355 500 произведений, 25 200 авторов.

Электронная библиотека книг » Виктория Финли » Тайная история красок » Текст книги (страница 13)
Тайная история красок
  • Текст добавлен: 20 сентября 2016, 17:21

Текст книги "Тайная история красок"


Автор книги: Виктория Финли



сообщить о нарушении

Текущая страница: 13 (всего у книги 26 страниц)

Ублюдочный шафран и кровь дракона

Евреям были больше рады в мусульманской Северной Африке, чем в католической Франции, поэтому Джованни, скорее всего, сначала сделал остановку в южных портах – Алжире, Тунисе, Триполи. Именно там, на крытых базарах, молодой человек нашел первый из многих красителей, которые в дальнейшем пригодились ему в работе, – ярко-оранжевый цветок, похожий на календулу.

Сафлор – цветок необычный. Если в красящий отвар на основе сафлора добавить щелочь, то получится желтый оттенок, а кислота дает малиновый: в такой цвет красили тесьму, которой в Англии скрепляли юридические документы, хотя она и называлась «красной» (а в современном английском языке «красной тесьмой» именуют всю бюрократическую волокиту). Торговцам на базарах Северной Африки сафлор был известен с незапамятных времен. Древние египтяне красили его отваром ткань, в которую заворачивали мумии, а живыми цветами украшали гробницы, поскольку считалось, что сафлор приносит покой после смерти.

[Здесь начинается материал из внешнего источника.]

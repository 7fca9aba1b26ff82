//! Parsing one numeric cell, and explaining why a cell is not a number.

/// What a numeric cell holds.
#[derive(Debug, Clone, Copy, PartialEq)]
pub(crate) enum Cell {
    /// Empty, `NA`, `NaN` or `null` (any case).
    Missing,
    /// A finite number.
    Value(f64),
}

/// Why a cell could not be used.
#[derive(Debug, Clone, PartialEq)]
pub(crate) enum CellProblem {
    /// Not a number; the string is a hint with the fix.
    NotNumeric(String),
    /// Parses, but to an infinite value.
    Infinite,
}

/// Spellings of a missing value, compared without regard to case.
pub const MISSING_TOKENS: [&str; 4] = ["", "na", "nan", "null"];

pub(crate) fn is_missing(text: &str) -> bool {
    MISSING_TOKENS.iter().any(|t| text.eq_ignore_ascii_case(t))
}

/// Parse a cell that should hold a number (surrounding spaces are ignored).
pub(crate) fn parse_number(raw: &str) -> Result<Cell, CellProblem> {
    parse_number_with(raw, false)
}

/// Parse a number; with `decimal_comma`, the decimal separator is a comma (`3,25`) and a
/// point is refused, since in such files a point is a thousands separator (`1.234,5`).
pub(crate) fn parse_number_with(raw: &str, decimal_comma: bool) -> Result<Cell, CellProblem> {
    let text = raw.trim();
    if is_missing(text) {
        return Ok(Cell::Missing);
    }
    let parsed = if decimal_comma {
        if text.contains('.') {
            return Err(CellProblem::NotNumeric(comma_mode_hint(text)));
        }
        text.replacen(',', ".", 1).parse::<f64>()
    } else {
        text.parse::<f64>()
    };
    match parsed {
        Ok(v) if v.is_nan() => Ok(Cell::Missing),
        Ok(v) if v.is_infinite() => Err(CellProblem::Infinite),
        Ok(v) => Ok(Cell::Value(v)),
        Err(_) if decimal_comma && looks_like_date(text) => {
            Err(CellProblem::NotNumeric(hint_for(text)))
        }
        Err(_) if decimal_comma => Err(CellProblem::NotNumeric(format!(
            "With --decimal-comma, numbers are written like 3,25 or -1,5e-3. {FIX}"
        ))),
        Err(_) => Err(CellProblem::NotNumeric(hint_for(text))),
    }
}

fn comma_mode_hint(text: &str) -> String {
    if text.contains(',') {
        "With --decimal-comma a point can only be a thousands separator (1.234,5); remove the \
         points (1234,5)"
            .to_string()
    } else {
        "With --decimal-comma the decimal separator is a comma (3,25); this cell uses a point. \
         Leave out --decimal-comma if the file's numbers use points"
            .to_string()
    }
}

const FIX: &str = "Write a plain decimal number such as 3.25 or -1.5e-3, or leave the cell empty \
                   or write NA to mark it missing";

/// Guess why `text` failed to parse and say how to fix it.
pub(crate) fn hint_for(text: &str) -> String {
    if let Some(sep) = grouping_separator(text) {
        let shown = match sep {
            ',' => "a comma".to_string(),
            ' ' => "a space".to_string(),
            '\u{a0}' | '\u{202f}' => "a non-breaking space".to_string(),
            '\'' => "an apostrophe".to_string(),
            '_' => "an underscore".to_string(),
            other => format!("{other:?}"),
        };
        let also = if sep == ',' {
            " (if the comma is a decimal comma instead, replace it with a point)"
        } else {
            ""
        };
        return format!(
            "It looks like a number with {shown} as thousands separator; remove the separators \
             (1,234.5 becomes 1234.5){also}. Set the spreadsheet's export to plain numbers"
        );
    }
    if is_decimal_comma(text) {
        return "It looks like a number with a decimal comma: pass --decimal-comma to read \
                commas as decimal separators, or use a point (3,25 becomes 3.25), for example \
                by exporting with an English number format"
            .to_string();
    }
    if looks_like_date(text) {
        return "It looks like a date or clock time, which only the time axis may hold: name \
                that column `date` or `time` (or pass --time-column NAME), write dates in ISO \
                8601 form (2020-01-31 or 2020-01-31T06:00), or give time as a number such as \
                days or seconds since the start"
            .to_string();
    }
    if text.ends_with('%') && text[..text.len() - 1].trim().parse::<f64>().is_ok() {
        return format!("Remove the percent sign. {FIX}");
    }
    FIX.to_string()
}

/// `1,234`, `12 345.5`, `1'000'000`: digits in groups of three after the first.
fn grouping_separator(text: &str) -> Option<char> {
    let body = text.strip_prefix(['-', '+']).unwrap_or(text);
    let int_part = body.split('.').next().unwrap_or(body);
    if body.matches('.').count() > 1 {
        return None;
    }
    let frac_ok = body
        .split('.')
        .nth(1)
        .is_none_or(|f| f.chars().all(|c| c.is_ascii_digit()));
    if !frac_ok {
        return None;
    }
    let sep = int_part.chars().find(|c| !c.is_ascii_digit())?;
    if ![',', ' ', '\u{a0}', '\u{202f}', '\'', '_'].contains(&sep) {
        return None;
    }
    let groups: Vec<&str> = int_part.split(sep).collect();
    let first_ok = (1..=3).contains(&groups[0].len());
    let rest_ok = groups[1..].iter().all(|g| g.len() == 3);
    let digits_ok = groups
        .iter()
        .all(|g| !g.is_empty() && g.chars().all(|c| c.is_ascii_digit()));
    (groups.len() >= 2 && first_ok && rest_ok && digits_ok).then_some(sep)
}

/// `3,25` or `-0,5`: digits, one comma, digits, not in thousands groups.
pub(crate) fn is_decimal_comma(text: &str) -> bool {
    let body = text.strip_prefix(['-', '+']).unwrap_or(text);
    let mut parts = body.split(',');
    match (parts.next(), parts.next(), parts.next()) {
        (Some(a), Some(b), None) => {
            !a.is_empty()
                && !b.is_empty()
                && a.chars().all(|c| c.is_ascii_digit())
                && b.chars().all(|c| c.is_ascii_digit())
        }
        _ => false,
    }
}

/// `2024-01-31`, `31/01/2024`, `12:30:00`, `2024-01-31T12:00Z`.
fn looks_like_date(text: &str) -> bool {
    let digits = text.chars().filter(char::is_ascii_digit).count();
    let seps = text
        .chars()
        .filter(|c| matches!(c, '-' | '/' | ':' | '.'))
        .count();
    let others_ok = text
        .chars()
        .all(|c| c.is_ascii_digit() || matches!(c, '-' | '/' | ':' | '.' | ' ' | 'T' | 'Z' | '+'));
    let inner_dash = text.chars().skip(1).any(|c| matches!(c, '-' | '/' | ':'));
    others_ok && inner_dash && digits >= 3 && seps >= 2
}

#[cfg(test)]
mod tests {
    use super::*;

    #[test]
    fn numbers_and_missing_tokens() {
        assert_eq!(parse_number(" 1.5 "), Ok(Cell::Value(1.5)));
        assert_eq!(parse_number("-2e-3"), Ok(Cell::Value(-2e-3)));
        for m in ["", "  ", "NA", "na", "NaN", "nan", "NULL", "null"] {
            assert_eq!(parse_number(m), Ok(Cell::Missing), "{m:?}");
        }
        for inf in ["inf", "-Inf", "infinity", "1e400"] {
            assert_eq!(parse_number(inf), Err(CellProblem::Infinite), "{inf:?}");
        }
    }

    #[test]
    fn hints_name_the_likely_cause() {
        let h = |s: &str| match parse_number(s) {
            Err(CellProblem::NotNumeric(h)) => h,
            other => panic!("{s:?} gave {other:?}"),
        };
        assert!(h("1,234").contains("thousands separator"));
        assert!(h("1,234,567.25").contains("thousands separator"));
        assert!(h("1 234").contains("a space as thousands"));
        assert!(h("12\u{a0}345").contains("non-breaking space"));
        assert!(h("3,25").contains("decimal comma"));
        assert!(h("2024-01-31").contains("date"));
        assert!(h("12:30:00").contains("date"));
        assert!(h("5%").contains("percent"));
        assert!(h("3,25").contains("--decimal-comma"));
        assert!(h("abc").contains("plain decimal number"));
        assert!(h("-").contains("plain decimal number"));
    }

    #[test]
    fn decimal_comma_mode() {
        let p = |s| parse_number_with(s, true);
        assert_eq!(p("3,25"), Ok(Cell::Value(3.25)));
        assert_eq!(p("-1,5e-3"), Ok(Cell::Value(-1.5e-3)));
        assert_eq!(p("12"), Ok(Cell::Value(12.0)));
        assert_eq!(p("NA"), Ok(Cell::Missing));
        assert!(matches!(p("1.234,5"), Err(CellProblem::NotNumeric(h)) if h.contains("thousands")));
        assert!(matches!(p("3.25"), Err(CellProblem::NotNumeric(h)) if h.contains("point")));
        assert!(matches!(p("3,2,5"), Err(CellProblem::NotNumeric(_))));
    }

    #[test]
    fn regression_hint_on_cell_starting_with_multibyte_char() {
        // Found by the series_csv fuzz target: slicing at byte 1 split a BOM inside a cell.
        assert!(hint_for("\u{feff}12").contains("plain decimal number"));
        assert!(hint_for("é-1-2").contains("plain decimal number"));
    }
}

Правда, живым приходилось держать ухо востро.

Все пять тысяч лет, пока люди культивировали это растение, работников, собиравших сафлор, легко было узнать, когда те отправлялись на поля, поскольку им приходилось особым образом защищать ноги: надевать нечто наподобие ковбойских гамаш, чтобы коварный цветок не смог вонзить в кожу свои колючки.

Даже в наши дни, если стебель сафлора попадает в механизм комбайна, его почти невозможно оттуда извлечь. Обычно в шутку предлагают единственный выход – сжечь комбайн. Один американский фермер, занимавшийся разведением сафлора, любил рассказывать историю о том, как собака однажды гналась за кроликом и смело нырнула в заросли сафлора, но через секунду с визгом выскочила обратно. Судьба кролика остается неизвестной.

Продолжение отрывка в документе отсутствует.